Oleh:
Ustadz Abu Ahmad Said Yai, Lc.
Tidak
bisa dipungkiri Islam “lahir” lebih dari 14 abad yang lalu. Selang waktu yang
sangat lama ini sangat memungkinkan untuk terjadi kesesatan di dalam “tubuh”
Islam. Jangankan 14 abad, dalam waktu yang sangat singkat saja, suatu kaum bisa
menjadi sesat, sebagaimana terjadi pada Bani Israil ketika ditinggalkan oleh
Nabi Musa ‘alaihissalam selama 40 hari. Yang tadinya mereka hanya
menyembah kepada Allah, akhirnya mereka menyembah kepada berhala.
Begitu
pula dengan jarak yang sangat jauh dengan pusat penyebaran Islam di zaman
dahulu, seperti: Madinah, Mekkah, Baghdad, Mesir dll. Untuk bisa mencapai
negeri Indonesia, para penyebar Islam harus menempuh pelayaran dan perjalanan
yang sangat lama. Ini juga mendukung terjadinya kesesatan.
Berdasarkan
catatan sejarah, di awal-awal masuknya Islam ke Indonesia, Islam banyak
disebarkan oleh para pedagang Islam yang berinteraksi dengan masyarakat
pribumi. Mereka tidak terkenal sebagai ulama yang benar-benar menguasai ilmu
Islam secara mendalam sebagaimana ulama-ulama yang berada di pusat penyebaran
Islam di zaman dahulu. Seandainya benar mereka adalah ulama-ulama yang memiliki
ilmu yang sangat dalam, tentunya kita akan mendapatkan peninggalan-peninggalan
ilmiah mereka, baik berupa: tulisan tangan, riwayat perkataan mereka atau
kemasyhuran mereka di dunia Islam. Tetapi ternyata kita tidak menemukannya.

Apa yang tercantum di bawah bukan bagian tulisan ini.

-- new_user_cohorts: new users of each drug class, one row per class and patient, with follow-up
-- to the first high-potassium episode and baseline covariates measured before entry only.
--
-- DEFINITION
--  1. Entry. A patient enters the cohort of a class at the start of their first new-user era of
--     it (exposure_eras.new_user: no era of the class in the washout before, and observed that
--     long). entry_at = era_start; later eras of the class do not enter again.
--  2. Follow-up starts at entry_at and never before (no immortal time). The outcome is the first
--     confirmed high-potassium episode (episodes, not unconfirmed) with onset_at strictly after
--     entry_at. Death (patients.death_at) competes with it. Two ends of follow-up:
--       as-treated:  the first of the outcome, death, era_end + $dispense_grace_days (default
--                    30), the extract end;
--       intention-to-treat: the first of the outcome, death, entry_at + $cohort_horizon_days
--                    (default 90), the extract end.
--     on_drug_days: days from entry to era_end + $dispense_grace_days (or the extract end): the
--     time on drug, for the time-varying exposure model.
--     Each has its end_at, event ('episode', 'death' or 'censored'; an outcome and a death at the
--     same instant count as the outcome) and follow-up in days.
--  3. in_episode_at_entry: entry_at falls inside an episode (onset_at <= entry_at <= end_at);
--     analyses leave these entries out (their outcome is already present).
--  4. Baseline covariates, from data strictly before entry_at only:
--       age_years, age_band   calendar year of entry (UTC) minus birth_year; bands 18-44, 45-64,
--                             65-74, 75+ ('under 18' below);
--       sex;
--       egfr_band             'below 45' / '45 or more' / 'unknown' with the study's
--                             $ckd_egfr_below (the eGFR-interaction strata);
--       baseline_egfr, egfr_category: median CKD-EPI 2021 eGFR of the creatinine results in
--                             [entry - $cohort_baseline_days, entry) and its KDIGO category
--                             ('unknown' without one);
--       recent_aki            an AKI result (kidney_function.aki) in [entry -
--                             $cohort_recent_aki_days, entry);
--       diabetes              a glucose-lowering medication event (ATC A10) or a hyperglycemia
--                             finding (lab_conditions) before entry, within the baseline window;
--       other_classes         other drug classes of the study with an era in use at entry
--                             (era_start < entry_at <= era_end), sorted, ', '-separated;
--                             n_other_classes their number;
--       baseline_potassium    the latest used potassium result in the baseline window.
--
-- PARAMETERS: $dispense_grace_days, $ckd_egfr_below (and its text, $ckd_egfr_below_text),
-- $cohort_horizon_days, $cohort_baseline_days, $cohort_recent_aki_days, $extract_end; the views of earlier definitions (potassium_results).

-- No ORDER BY (readers order what they read): sorting these wide joined rows made DataFusion 55
-- reserve several GB for one batch (its size estimate of shared string-view buffers) on a
-- 1,000,000-patient store.

CREATE VIEW cohort_entries AS
SELECT
    drug_class,
    patient_id,
    first_value(era_id ORDER BY era_start, era_id) AS era_id,
    MIN(era_start) AS entry_at,
    first_value(era_end ORDER BY era_start, era_id) AS era_end,
    CAST(MIN(era_start) AS BIGINT) AS entry_us
FROM exposure_eras
WHERE new_user
GROUP BY drug_class, patient_id;

CREATE VIEW cohort_outcomes AS
SELECT c.drug_class, c.patient_id,
       MIN(e.onset_at) FILTER (WHERE NOT e.unconfirmed AND e.onset_at > c.entry_at)
           AS first_episode_at,
       bool_or(e.onset_at <= c.entry_at AND c.entry_at <= e.end_at) AS in_episode_at_entry
FROM cohort_entries c
JOIN episodes e ON e.patient_id = c.patient_id
GROUP BY c.drug_class, c.patient_id;

CREATE VIEW cohort_baseline_kidney AS
SELECT c.drug_class, c.patient_id,
       median(k.egfr) FILTER (WHERE k.egfr IS NOT NULL) AS baseline_egfr,
       bool_or(k.aki AND CAST(k.collected_at AS BIGINT) >= c.entry_us - $cohort_recent_aki_days_us)
           AS recent_aki
FROM cohort_entries c
JOIN kidney_function k ON k.patient_id = c.patient_id
WHERE CAST(k.collected_at AS BIGINT) >= c.entry_us - $cohort_baseline_days_us
  AND k.collected_at < c.entry_at
GROUP BY c.drug_class, c.patient_id;

CREATE VIEW cohort_baseline_potassium AS
SELECT c.drug_class, c.patient_id,
       first_value(p.value ORDER BY p.collected_at DESC, p.result_id DESC) AS baseline_potassium
FROM cohort_entries c
JOIN potassium_results p ON p.patient_id = c.patient_id
WHERE p.has_value AND NOT p.hemolysed
  AND CAST(p.collected_at AS BIGINT) >= c.entry_us - $cohort_baseline_days_us
  AND p.collected_at < c.entry_at
GROUP BY c.drug_class, c.patient_id;

CREATE VIEW cohort_diabetes AS
SELECT DISTINCT c.drug_class, c.patient_id
FROM cohort_entries c
JOIN (
    SELECT patient_id, start_at AS at FROM medication_events WHERE starts_with(atc, 'A10')
    UNION ALL
    SELECT patient_id, at FROM lab_conditions WHERE condition = 'hyperglycemia'
) d ON d.patient_id = c.patient_id
WHERE CAST(d.at AS BIGINT) >= c.entry_us - $cohort_baseline_days_us AND d.at < c.entry_at;

CREATE VIEW cohort_other_classes AS
SELECT c.drug_class, c.patient_id,
       array_to_string(array_sort(array_agg(DISTINCT x.drug_class)), ', ') AS other_classes,
       CAST(COUNT(DISTINCT x.drug_class) AS BIGINT) AS n_other_classes
FROM cohort_entries c
JOIN exposure_eras x
    ON x.patient_id = c.patient_id
    AND x.drug_class <> c.drug_class
    AND x.era_start < c.entry_at
    AND c.entry_at <= x.era_end
GROUP BY c.drug_class, c.patient_id;

CREATE VIEW cohort_followed AS
SELECT
    c.*,
    p.sex,
    CAST(date_part('year', c.entry_at) AS DOUBLE) - CAST(p.birth_year AS DOUBLE) AS age_years,
    p.death_at,
    o.first_episode_at,
    coalesce(o.in_episode_at_entry, false) AS in_episode_at_entry,
    least(c.era_end + $dispense_grace_days, $extract_end) AS as_treated_limit,
    least(c.entry_at + $cohort_horizon_days, $extract_end) AS itt_limit
FROM cohort_entries c
JOIN patients p ON p.patient_id = c.patient_id
LEFT JOIN cohort_outcomes o ON o.drug_class = c.drug_class AND o.patient_id = c.patient_id;

SELECT
    f.drug_class,
    f.patient_id,
    f.era_id,
    f.entry_at,
    f.era_end,
    f.in_episode_at_entry,
    least(f.first_episode_at, f.death_at, f.as_treated_limit) AS as_treated_end_at,
    CASE
        WHEN f.first_episode_at IS NOT NULL AND f.first_episode_at <= f.as_treated_limit
             AND (f.death_at IS NULL OR f.first_episode_at <= f.death_at) THEN 'episode'
        WHEN f.death_at IS NOT NULL AND f.death_at <= f.as_treated_limit THEN 'death'
        ELSE 'censored'
    END AS as_treated_event,
    (CAST(least(f.first_episode_at, f.death_at, f.as_treated_limit) AS BIGINT) - f.entry_us)
        / 86400000000.0 AS as_treated_days,
    least(f.first_episode_at, f.death_at, f.itt_limit) AS itt_end_at,
    CASE
        WHEN f.first_episode_at IS NOT NULL AND f.first_episode_at <= f.itt_limit
             AND (f.death_at IS NULL OR f.first_episode_at <= f.death_at) THEN 'episode'
        WHEN f.death_at IS NOT NULL AND f.death_at <= f.itt_limit THEN 'death'
        ELSE 'censored'
    END AS itt_event,
    (CAST(least(f.first_episode_at, f.death_at, f.itt_limit) AS BIGINT) - f.entry_us)
        / 86400000000.0 AS itt_days,
    (CAST(f.as_treated_limit AS BIGINT) - f.entry_us) / 86400000000.0 AS on_drug_days,
    f.sex,
    f.age_years,
    CASE
        WHEN f.age_years < 18 THEN 'under 18'
        WHEN f.age_years < 45 THEN '18-44'
        WHEN f.age_years < 65 THEN '45-64'
        WHEN f.age_years < 75 THEN '65-74'
        ELSE '75+'
    END AS age_band,
    k.baseline_egfr,
    coalesce(kdigo_gfr_category(k.baseline_egfr), 'unknown') AS egfr_category,
    CASE
        WHEN k.baseline_egfr IS NULL THEN 'unknown'
        WHEN k.baseline_egfr < $ckd_egfr_below THEN 'below ' || $ckd_egfr_below_text
        ELSE $ckd_egfr_below_text || ' or more'
    END AS egfr_band,
    coalesce(k.recent_aki, false) AS recent_aki,
    d.patient_id IS NOT NULL AS diabetes,
    coalesce(x.other_classes, '') AS other_classes,
    coalesce(x.n_other_classes, CAST(0 AS BIGINT)) AS n_other_classes,
    b.baseline_potassium
FROM cohort_followed f
LEFT JOIN cohort_baseline_kidney k ON k.drug_class = f.drug_class AND k.patient_id = f.patient_id
LEFT JOIN cohort_diabetes d ON d.drug_class = f.drug_class AND d.patient_id = f.patient_id
LEFT JOIN cohort_other_classes x ON x.drug_class = f.drug_class AND x.patient_id = f.patient_id
LEFT JOIN cohort_baseline_potassium b
    ON b.drug_class = f.drug_class AND b.patient_id = f.patient_id;
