/// Mantel–Haenszel risk ratio with the Greenland–Robins variance and the Woolf-type test.
pub fn risk_ratio(strata: &[TwoByTwo], level: ConfidenceLevel) -> Result<PooledRatio, StatsError> {
    check_strata(strata.len())?;
    let (mut numerator, mut denominator, mut variance_sum) = (0.0, 0.0, 0.0);
    let mut informative = 0;
    let mut logs = Vec::new();
    for stratum in strata {
        stratum.validate()?;
        let [a, b, c, d] = stratum.cells();
        let (n1, n0) = (a + b, c + d);
        let total = n1 + n0;
        if n1 == 0.0 || n0 == 0.0 {
            continue;
        }
        informative += 1;
        numerator += a * n0 / total;
        denominator += c * n1 / total;
        variance_sum += (n1 * n0 * (a + c) - a * c * total) / (total * total);
        if a > 0.0 && c > 0.0 {
            let variance = 1.0 / a - 1.0 / n1 + 1.0 / c - 1.0 / n0;
            logs.push(((a / n1 / (c / n0)).ln(), variance));
        }
    }
    pooled(
        PooledMeasure::RiskRatio,
        strata.len(),
        informative,
        numerator,
        denominator,
        variance_sum / (numerator * denominator),
        woolf_homogeneity(&logs),
        level,
    )
}

/// Mantel–Haenszel (Greenland–Robins) rate ratio and the Woolf-type test.
pub fn rate_ratio(
    strata: &[PersonTimeCounts],
    level: ConfidenceLevel,
) -> Result<PooledRatio, StatsError> {
    check_strata(strata.len())?;
    let (mut numerator, mut denominator, mut variance_sum) = (0.0, 0.0, 0.0);
    let mut informative = 0;
    let mut logs = Vec::new();
    for stratum in strata {
        stratum.validate()?;
        let (a, t1) = (stratum.exposed_events as f64, stratum.exposed_person_time);
        let (c, t0) = (
            stratum.unexposed_events as f64,
            stratum.unexposed_person_time,
        );
        if t1 == 0.0 || t0 == 0.0 {
            continue;
        }
        informative += 1;
        let total = t1 + t0;
        numerator += a * t0 / total;
        denominator += c * t1 / total;
        variance_sum += (a + c) * t1 * t0 / (total * total);
        if a > 0.0 && c > 0.0 {
            logs.push((((a / t1) / (c / t0)).ln(), 1.0 / a + 1.0 / c));
        }
    }
    pooled(
        PooledMeasure::RateRatio,
        strata.len(),
        informative,
        numerator,
        denominator,
        variance_sum / (numerator * denominator),
        woolf_homogeneity(&logs),
        level,
    )
}

/// Mantel–Haenszel odds ratio with the Robins–Breslow–Greenland variance and the Breslow–Day test
/// with Tarone's correction.
pub fn odds_ratio(strata: &[TwoByTwo], level: ConfidenceLevel) -> Result<PooledRatio, StatsError> {
    check_strata(strata.len())?;
    let mut informative = 0;
    let (mut sum_r, mut sum_s) = (0.0, 0.0);
    let (mut sum_pr, mut sum_ps_qr, mut sum_qs) = (0.0, 0.0, 0.0);
    for stratum in strata {
        stratum.validate()?;
        let [a, b, c, d] = stratum.cells();
        let total = a + b + c + d;
        if a + b == 0.0 || c + d == 0.0 {
            continue;
        }
        informative += 1;
        let (r, s) = (a * d / total, b * c / total);
        let (p, q) = ((a + d) / total, (b + c) / total);
        sum_r += r;
        sum_s += s;
        sum_pr += p * r;
        sum_ps_qr += p * s + q * r;
        sum_qs += q * s;
    }
    let variance = sum_pr / (2.0 * sum_r * sum_r)
        + sum_ps_qr / (2.0 * sum_r * sum_s)
        + sum_qs / (2.0 * sum_s * sum_s);
    let homogeneity = if sum_r > 0.0 && sum_s > 0.0 {
        breslow_day_with(strata, sum_r / sum_s, true)?
    } else {
        None
    };
    pooled(
        PooledMeasure::OddsRatio,
        strata.len(),
        informative,
        sum_r,
        sum_s,
        variance,
        homogeneity,
        level,
    )
}

/// Breslow–Day test of a common odds ratio (the Mantel–Haenszel one), with or without Tarone's
/// correction. `Ok(None)` when fewer than two strata carry information.
pub fn breslow_day(
    strata: &[TwoByTwo],
    tarone: bool,
) -> Result<Option<HomogeneityTest>, StatsError> {
    let pooled = odds_ratio(strata, ConfidenceLevel::NINETY_FIVE)?;
    breslow_day_with(strata, pooled.estimate, tarone)
}
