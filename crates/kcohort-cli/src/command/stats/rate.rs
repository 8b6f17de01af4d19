//! `kcohort stats rate`: events per person-time with the exact Poisson (Garwood) interval.

use super::InputArgs;
use super::grouping::Grouping;
use super::report::{Report, TextTable, amount, ci_label, interval, num, per_label, to_json};
use anyhow::Context;
use clap::Args;
use kcohort_stats::poisson_rate::{PoissonRate, poisson_rate};
use serde_json::json;

#[derive(Debug, Args)]
pub struct RateArgs {
    /// Column with the number of events in each row (summed per group).
    #[arg(long, value_name = "COL")]
    pub events: String,
    /// Column with the person-time at risk in each row (summed per group), in any one unit.
    #[arg(long, value_name = "COL")]
    pub person_time: String,
    /// Report rates per this many units of person-time (1000 with days: per 1,000 patient-days).
    #[arg(long, default_value_t = 1000.0, value_name = "UNITS")]
    pub per: f64,
    /// Column whose values split the rows into groups, one rate each.
    #[arg(long, value_name = "COL")]
    pub group: Option<String>,
    #[command(flatten)]
    pub input: InputArgs,
}

/// Events and person-time summed per level of a grouping (absent: one level).
pub(super) struct GroupedCounts {
    pub grouping: Grouping,
    pub events: Vec<u64>,
    pub person_time: Vec<f64>,
}

pub(super) fn grouped_counts(
    table: &super::table_input::Table,
    events: &str,
    person_time: &str,
    group: Option<&str>,
) -> anyhow::Result<GroupedCounts> {
    let grouping = match group {
        Some(group) => Grouping::new(&table.labels(group)?),
        None => Grouping::single(table.len()),
    };
    let counts = table.counts(events)?;
    let times = table.non_negative_numbers(person_time)?;
    Ok(GroupedCounts {
        events: grouping.sum(&counts),
        person_time: grouping.sum(&times),
        grouping,
    })
}

/// The rate of each level, with context naming the group when one fails.
pub(super) fn rates(
    counts: &GroupedCounts,
    per: f64,
    level: kcohort_stats::ConfidenceLevel,
    grouped: bool,
) -> anyhow::Result<Vec<PoissonRate>> {
    counts
        .grouping
        .levels
        .iter()
        .enumerate()
        .map(|(i, name)| {
            poisson_rate(counts.events[i], counts.person_time[i], per, level).with_context(|| {
                if grouped {
                    format!("rate of group `{name}`")
                } else {
                    "rate over all rows".to_string()
                }
            })
        })
        .collect()
}

/// The text table of rates, one row per level.
pub(super) fn rate_table(names: &[String], rates: &[PoissonRate], per: f64, level: f64) -> String {
    let mut table = TextTable::new(&[
        "group",
        "events",
        "person-time",
        &per_label(per),
        &ci_label(level),
    ]);
    for (name, rate) in names.iter().zip(rates) {
        table.row(vec![
            name.clone(),
            rate.events.to_string(),
            amount(rate.person_time),
            num(rate.rate),
            interval(&rate.interval),
        ]);
    }
    table.render()
}

pub fn run(args: &RateArgs) -> anyhow::Result<Report> {
    let level = args.input.level()?;
    let mut columns = vec![args.events.as_str(), args.person_time.as_str()];
    columns.extend(args.group.as_deref());
    let table = args.input.read(&columns)?;
    let counts = grouped_counts(
        &table,
        &args.events,
        &args.person_time,
        args.group.as_deref(),
    )?;
    let rates = rates(&counts, args.per, level, args.group.is_some())?;
    let names: Vec<String> = match &args.group {
        Some(_) => counts.grouping.levels.clone(),
        None => vec!["all".to_string()],
    };
    let text = format!(
        "Event rate with exact Poisson (Garwood) interval; person-time in the unit of `{}`\n\n{}",
        args.person_time,
        rate_table(&names, &rates, args.per, level.value())
    );
    let results: Vec<_> = counts
        .grouping
        .levels
        .iter()
        .zip(&rates)
        .map(|(name, rate)| {
            json!({
                "group": args.group.as_ref().map(|_| name),
                "rate": to_json(rate),
            })
        })
        .collect();
    let settings = json!({
        "columns": {
            "events": args.events,
            "person_time": args.person_time,
            "group": args.group,
        },
        "per": args.per,
        "level": level.value(),
    });
    Ok(Report::new("rate", &table, settings, json!(results), text))
}
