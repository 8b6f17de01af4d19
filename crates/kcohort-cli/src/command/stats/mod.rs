//! `kcohort stats`: the statistics of kcohort-stats on a researcher's own table.

use clap::Args;

#[derive(Debug, Args)]
pub struct StatsArgs {}

pub fn run(_args: StatsArgs) -> anyhow::Result<()> {
    anyhow::bail!("kcohort stats is being written")
}
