-- potassium_quality: how many potassium results the episode definition could use, per LOINC code.
--
-- DEFINITION
-- One row per LOINC code of $potassium_loinc that occurs in lab_results:
--   n_results     every stored result with that code;
--   n_no_value    results without a value in mmol/L or mEq/L (possible only for a code the store
--                 does not interpret as potassium): never used;
--   n_hemolysed   results with a value and hemolysis_index at or above $hemolysis_cutoff:
--                 excluded from every episode rule;
--   n_used        the rest: the results episodes.sql reads.
-- n_results = n_no_value + n_hemolysed + n_used.
--
-- PARAMETERS: $potassium_loinc and $hemolysis_cutoff, through the view potassium_results of
-- episodes.sql (which therefore runs first).

SELECT
    loinc,
    CAST(COUNT(*) AS BIGINT) AS n_results,
    CAST(SUM(CASE WHEN NOT has_value THEN 1 ELSE 0 END) AS BIGINT) AS n_no_value,
    CAST(SUM(CASE WHEN has_value AND hemolysed THEN 1 ELSE 0 END) AS BIGINT) AS n_hemolysed,
    CAST(SUM(CASE WHEN has_value AND NOT hemolysed THEN 1 ELSE 0 END) AS BIGINT) AS n_used
FROM potassium_results
GROUP BY loinc
ORDER BY loinc;
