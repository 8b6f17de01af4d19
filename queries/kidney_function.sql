-- kidney_function: every creatinine result with its eGFR, KDIGO GFR category and AKI test.
--
-- DEFINITION
--  1. Creatinine results: lab results with a LOINC code in $creatinine_loinc and a positive
--     value (the store keeps creatinine in mg/dL; µmol/L is converted at ingest, 88.4 µmol/L =
--     1 mg/dL).
--  2. eGFR: the race-free CKD-EPI 2021 creatinine equation (Inker et al., N Engl J Med
--     2021;385:1737-1749; the UDF ckd_epi_2021, crates/kcohort-model/src/kidney.rs):
--     142 x min(Scr/k, 1)^a x max(Scr/k, 1)^-1.200 x 0.9938^age x 1.012 if female,
--     k = 0.7 (F) / 0.9 (M), a = -0.241 (F) / -0.302 (M). Age in years = calendar year of
--     collected_at (UTC) minus birth_year (the store has birth years only, so an age can be one
--     year too high). No eGFR below age 18 or for sex U. gfr_category: KDIGO 2012 G1 >= 90,
--     G2 60-89, G3a 45-59, G3b 30-44, G4 15-29, G5 < 15.
--  3. AKI (KDIGO 2012, creatinine criteria): the result is an AKI result when
--       its rise over the lowest creatinine of the same patient collected in the
--       $aki_absolute_window_hours (default 48) before it is at least
--       $aki_absolute_rise_mg_dl (default 0.3), or
--       it is at least $aki_ratio (default 1.5) times the lowest creatinine collected in the
--       $aki_baseline_days (default 7) before it.
--     "Before" is strictly earlier (collected_at - window <= earlier < collected_at). The
--     comparisons allow 1e-9 mg/dL for rounding of decimal inputs (1.2 - 0.9 is 0.3). Stage
--     (kdigo_aki_stage): 3 when the ratio is >= 3.0 or creatinine >= $aki_stage3_creatinine_mg_dl
--     (default 4.0), 2 when the ratio is >= 2.0, else 1. Urine output and dialysis are not in
--     the data, so stages from them are not given.
--
-- DECISIONS
--  a. Without a creatinine in the 7 days before, there is no ratio (the longer-term baseline
--     some algorithms use, a median over the past year, is not used).
--  b. A rise of 26.5 µmol/L converted is 0.2998 mg/dL and stays below 0.3: the criterion is
--     applied in mg/dL, as KDIGO states it first.
--
-- COLUMNS: patient_id, result_id, collected_at, creatinine_mg_dl, age_years, sex, egfr,
-- gfr_category, lowest_prior_short (within the rise window), lowest_prior_baseline (within the
-- baseline window), rise_mg_dl, ratio, aki, aki_stage (NULL unless aki).
--
-- PARAMETERS: $creatinine_loinc, $aki_absolute_window_hours, $aki_absolute_rise_mg_dl,
-- $aki_ratio, $aki_baseline_days, $aki_stage3_creatinine_mg_dl.

CREATE VIEW creatinine_results AS
SELECT
    l.patient_id,
    l.result_id,
    l.collected_at,
    CAST(l.collected_at AS BIGINT) AS t_us,
    l.value AS creatinine_mg_dl,
    CAST(date_part('year', l.collected_at) AS DOUBLE) - CAST(p.birth_year AS DOUBLE) AS age_years,
    p.sex
FROM lab_results l
JOIN patients p ON p.patient_id = l.patient_id
WHERE l.loinc IN ($creatinine_loinc) AND l.value > 0;

-- The lowest earlier creatinine in each window (a self-join: patients have few results).
CREATE VIEW creatinine_prior AS
SELECT
    c.result_id,
    MIN(p.creatinine_mg_dl) FILTER (WHERE p.t_us >= c.t_us - $aki_absolute_window_hours_us)
        AS lowest_prior_short,
    MIN(p.creatinine_mg_dl) FILTER (WHERE p.t_us >= c.t_us - $aki_baseline_days_us)
        AS lowest_prior_baseline
FROM creatinine_results c
JOIN creatinine_results p
    ON p.patient_id = c.patient_id
    AND p.t_us < c.t_us
    AND p.t_us >= c.t_us - greatest($aki_absolute_window_hours_us, $aki_baseline_days_us)
GROUP BY c.result_id;

CREATE VIEW creatinine_tested AS
SELECT
    c.*,
    ckd_epi_2021(c.creatinine_mg_dl, c.age_years, c.sex) AS egfr,
    p.lowest_prior_short,
    p.lowest_prior_baseline,
    c.creatinine_mg_dl - p.lowest_prior_short AS rise_mg_dl,
    c.creatinine_mg_dl / p.lowest_prior_baseline AS ratio,
    coalesce(c.creatinine_mg_dl - p.lowest_prior_short >= $aki_absolute_rise_mg_dl - 1e-9, false)
        OR coalesce(c.creatinine_mg_dl >= $aki_ratio * p.lowest_prior_baseline - 1e-9, false)
        AS aki
FROM creatinine_results c
LEFT JOIN creatinine_prior p ON p.result_id = c.result_id;

SELECT
    patient_id,
    result_id,
    collected_at,
    creatinine_mg_dl,
    age_years,
    sex,
    egfr,
    kdigo_gfr_category(egfr) AS gfr_category,
    lowest_prior_short,
    lowest_prior_baseline,
    rise_mg_dl,
    ratio,
    aki,
    CASE WHEN aki THEN kdigo_aki_stage(ratio, creatinine_mg_dl, $aki_stage3_creatinine_mg_dl) END
        AS aki_stage
FROM creatinine_tested
ORDER BY patient_id, collected_at, result_id;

Sehingga bisa disimpulkan bahwa Islam di Indonesia dulunya diajarkan oleh
orang-orang yang belum mencapai derajat ulama yang mendalam ilmunya. Jika
demikian, maka Islam bisa ternoda dengan ketidakberilmuan mereka. Ini juga
sangat mendukung terjadinya kesesatan di Indonesia.
Sebagaimana
kita ketahui juga, agama yang banyak menyebar di Indonesia sebelum masuknya
agama Islam adalah agama Hindu, Budha, Animisme, Dinamisme dan Atheis. Disadari
atau tidak, ini juga tidak menutup kemungkinan untuk terjadi percampuran agama
Islam dengan agama-agama tersebut. Belum lagi dengan budaya yang beraneka ragam
yang sekarang sangat tampak pengaruhnya terhadap pemeluk-pemeluk Islam di
Indonesia. Ini juga bisa mendukung terjadinya kesesatan.
Dengan
membaca apa yang telah penulis paparkan di atas, maka Indonesia bisa menjadi
“lahan” subur untuk menyebarnya berbagai kesesatan. Oleh karena itu, dalam
berislam kita harus benar-benar memperhatikan apakah Islam yang kita jalani
pada saat ini adalah Islam yang benar dan jauh dari kesesatan ataukah tidak.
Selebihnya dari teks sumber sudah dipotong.